Did you actually check the logs?

Start -> Run -> *eventvwr*

Check in both the *Windows Logs* tab and the *Applications and Services* tab.


----------



## skyworksvideo (May 27, 2008)

Yes I have checked all log files and nothing comes up for the service or powershell failing. I am beginning to think it is the modem but I also cannot seem to find any modems that are designed for 2008 x64 edition. I have checked and it has the latest drivers and query's internally okay, with no resource conflicts so I can't fully understand it being the modem. Thanks,

Marc Vasquez


----------



## avisitor (Jul 13, 2008)

Check that all dependencies for the Fax Service are running/can be started. I'd imagine that it's a dependency problem.


----------



## skyworksvideo (May 27, 2008)

All four dependencies are running either Auto or Manual and all are started when I attempt to run the Configure Fax from SBS Console.


----------



## avisitor (Jul 13, 2008)

Hmm. That's interesting. Have you tried removing and reinstalling the services. Perhaps a screenshot of the error would be useful and a description of how you reproduce the error.

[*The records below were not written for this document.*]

#[cfg(test)]
mod tests {
    use super::*;

    #[test]
    fn components_are_the_8_connected_ones_each_searched_breadth_first() {
        // Source: the 8-connected components of `label_components` (checked against
        // skimage.measure.label in tests/reference.rs), and what a search from the
        // component's first pixel in raster order lists: every later pixel an 8-neighbour of
        // one listed before it. Random masks with edges, corner-only joins and one-pixel
        // components.
        let mut rng = crate::numeric::Rng::new(7);
        for (w, h, fill) in [(1, 1, 1.0), (7, 5, 0.5), (40, 30, 0.45), (64, 9, 0.6)] {
            let mask: Vec<bool> = (0..w * h).map(|_| rng.uniform() < fill).collect();
            let runs = Runs::of(&mask, w, h, true);
            let (pixels, components) = find_components(&mask, &runs, w, h);
            let (labels, count) = super::super::label::label_components(&mask, w, h);
            assert_eq!(components.len(), count as usize, "{w} x {h}");
            let grid = Grid::new(w, h);
            for c in &components {
                let own = &pixels[c.pixels.clone()];
                let label = labels[own[0] as usize];
                let mut expected: Vec<u32> = (0..(w * h) as u32).filter(|&p| labels[p as usize] == label).collect();
                assert_eq!(own[0], expected[0], "starts at its first pixel in raster order");
                for (k, &p) in own.iter().enumerate().skip(1) {
                    let near = |&q: &u32| grid.neighbours8(p as usize).any(|n| n == q as usize);
                    assert!(own[..k].iter().any(near), "pixel {p} reached from an earlier one");
                }
                let mut sorted = own.to_vec();
                sorted.sort_unstable();
                expected.sort_unstable();
                assert_eq!(sorted, expected, "{w} x {h}");
                assert_eq!(
                    (c.x0, c.y0),
                    own.iter().fold((w, h), |(x0, y0), &p| {
                        let (x, y) = grid.column_row(p as usize);
                        (x0.min(x), y0.min(y))
                    })
                );
            }
        }
    }

    #[test]
    fn a_mask_without_background_is_one_object() {
        // A frame that is foreground everywhere has no distance to a background pixel (the
        // outside of the image is not background): nothing to split, one object.
        let labels = split_touching(&vec![true; 48 * 32], 48, 32, 0.5, 1.0);
        assert!(labels.iter().all(|&l| l == 1));
    }

    /// An ellipse of semi-axes 14 and 8 px (convex: its distance map has one maximum), lit as
    /// two nuclei of intensity 100 divided by a seam of intensity 40 that is 4 px wide across
    /// its middle (construction).
    fn pressed_pair() -> (Vec<bool>, Vec<f32>, usize, usize) {
        let (w, h) = (40, 24);
        let inside = |x: f64, y: f64| ((x - 20.0) / 14.0).powi(2) + ((y - 12.0) / 8.0).powi(2) <= 1.0;
        let mask: Vec<bool> = (0..w * h).map(|i| inside((i % w) as f64, (i / w) as f64)).collect();
        let values: Vec<f32> = (0..w * h)
            .map(|i| {
                let x = (i % w) as f64;
                if !mask[i] {
                    0.0
                } else if (x - 20.0).abs() < 2.0 {
                    40.0
                } else {
                    100.0
                }
            })
            .collect();
        (mask, values, w, h)
    }

    /// Intensity cues whose blob step never fires (no response reaches an infinite floor), so
    /// that a test sees the distance-and-intensity landscape alone.
    fn landscape_only(values: &[f32], noise: f32) -> IntensityCues<'_> {
        let blobs = BlobRule {
            sigma_px: 1.0,
            floor: f32::INFINITY,
            separation_px: 0.0,
        };
        IntensityCues::new(values, noise, blobs)
    }

    /// The label image of `mask` split on the landscape of `cues` (seed dynamic 0.14 px, the
    /// distance smoothed by 1 px).
    fn split_on_landscape(mask: &[bool], w: usize, h: usize, cues: &IntensityCues) -> Vec<u32> {
        let runs = Runs::of(mask, w, h, true);
        split_touching_foreground(mask, &runs, w, h, 0.14, 1.0, Some(cues)).label_image(mask.len())
    }

    fn object_sizes(labels: &[u32]) -> Vec<usize> {
        let top = labels.iter().copied().max().unwrap_or(0) as usize;
        (1..=top)
            .map(|l| labels.iter().filter(|&&v| v == l as u32).count())
            .collect()
    }

    #[test]
    fn a_seam_splits_a_pair_that_shape_alone_cannot() {
        // Source: construction (pressed_pair). Shape alone: one object. With intensity: two
        // objects of equal size (the figure is symmetric about the seam; the seam's own
        // columns go to one side or the other, so the sizes differ by at most its pixels).
        let (mask, values, w, h) = pressed_pair();
        let shape_only = split_touching(&mask, w, h, 0.14, 1.0);
        assert_eq!(object_sizes(&shape_only).len(), 1);
        let labels = split_on_landscape(&mask, w, h, &landscape_only(&values, 0.0));
        let sizes = object_sizes(&labels);
        assert_eq!(sizes.len(), 2, "{sizes:?}");
        let seam = (0..w * h).filter(|&i| mask[i] && values[i] < 50.0).count();
        assert!(sizes[0].abs_diff(sizes[1]) <= seam, "{sizes:?}, seam {seam}");
        // Every pixel left of the seam is in one object, every pixel right of it in the other.
        let left = labels[12 * w + 10];
        let right = labels[12 * w + 30];
        assert_ne!(left, right);
        for i in (0..w * h).filter(|&i| mask[i]) {
            let x = i % w;
            if x < 18 {
                assert_eq!(labels[i], left);
            } else if x > 22 {
                assert_eq!(labels[i], right);
            }
        }
    }

    #[test]
    fn a_bright_pair_in_a_dimmer_cluster_is_judged_at_its_own_level() {
        // Source: construction. Twelve touching nuclei of 600 grey levels in a 4 x 3 grid, and
        // below it, touching its bottom row, a convex pair (an ellipse of semi-axes 9 x 5.5 px)
        // of two nuclei of 900 divided by a seam of 700, 2 px wide: one component, the pair
        // under a tenth of its pixels. At the component's bright level (its 90th percentile,
        // 600) the pair and its seam are all clamped to 1, so the landscape there is the
        // distance alone, with one maximum; at the pair's own level the seam shows, and the
        // pair is two objects.
        let (w, h) = (64, 64);
        let in_grid = |x: f64, y: f64| {
            (0..4).any(|i| {
                (0..3).any(|j| (x - 12.0 - 13.0 * i as f64).powi(2) + (y - 10.0 - 13.0 * j as f64).powi(2) <= 49.0)
            })
        };
        let pair = |x: f64, y: f64| ((x - 31.5) / 9.0).powi(2) + ((y - 47.5) / 5.5).powi(2) <= 1.0;
        let values: Vec<f32> = (0..w * h)
            .map(|i| {
                let (x, y) = ((i % w) as f64, (i / w) as f64);
                match (pair(x, y), in_grid(x, y)) {
                    (true, _) if (x - 31.5).abs() < 1.0 => 700.0,
                    (true, _) => 900.0,
                    (false, true) => 600.0,
                    _ => 0.0,
                }
            })
            .collect();
        let mask: Vec<bool> = values.iter().map(|&v| v > 0.0).collect();
        let pair_share = (0..w * h).filter(|&i| pair((i % w) as f64, (i / w) as f64)).count() as f64
            / mask.iter().filter(|&&m| m).count() as f64;
        assert!(pair_share < 0.1, "{pair_share}");
        let labels = split_on_landscape(&mask, w, h, &landscape_only(&values, 0.0));
        let (left, right) = (labels[48 * w + 26], labels[48 * w + 37]);
        assert!(left > 0 && right > 0);
        assert_ne!(left, right, "the pair is two nuclei");
    }

    #[test]
    fn a_seam_within_the_noise_does_not_split() {
        // Source: the noise bound of intensity_weighted. The same pair with a noise σ of 40
        // grey levels: the landscape's noise at the centre is 8 px x 40 / 100 = 3.2 px, and
        // the seam's dip (from about 8 px beside the seam to 8 x 0.4 = 3.2 px in it, 4.8 px
        // deep) is below twice that (6.4 px), so it is one object.
        let (mask, values, w, h) = pressed_pair();
        let labels = split_on_landscape(&mask, w, h, &landscape_only(&values, 40.0));
        assert_eq!(object_sizes(&labels).len(), 1);
    }
}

Also, have you looked at the SBS setup logs? They might have more information.


----------



## skyworksvideo (May 27, 2008)

Yes, I have reinstalled and also removed, rebooted, and readded the service roll twice. I will gladly add a screenshot. Have also checked the setup logs.. empty. Have increased logging in the Fax Manager Tool but still no luck on catching this error.

To produce the error: Fired up SBS Console - Network - Devices- Configure the Fax Service. Followed the bouncy ball and setup all the options. On the last screen when it saves changes - Fax Service Is Enabled goes from green check, to yellow warning, to red x.

http://www.sinetekcomputers.com/screenshot.jpg


----------



## skyworksvideo (May 27, 2008)

Just a reference. I figured this out after a few more days of searching and found out that the log I needed wasn't in EventViewer. Turns out it was in C:\Program Files\Windows Small Business Server\Logs (who knew right?) In any event, now I am getting the machine to at least try to send but it can't find a dial tone (possibly due to the stormy weather outside, or a loose connection) but it is at least attempting to dial now! Turns out I also had to enable to user account that was added by the SBS Console in AD. Thought something like that would have been done automatically!

Thanks for the assistance and ideas!!


----------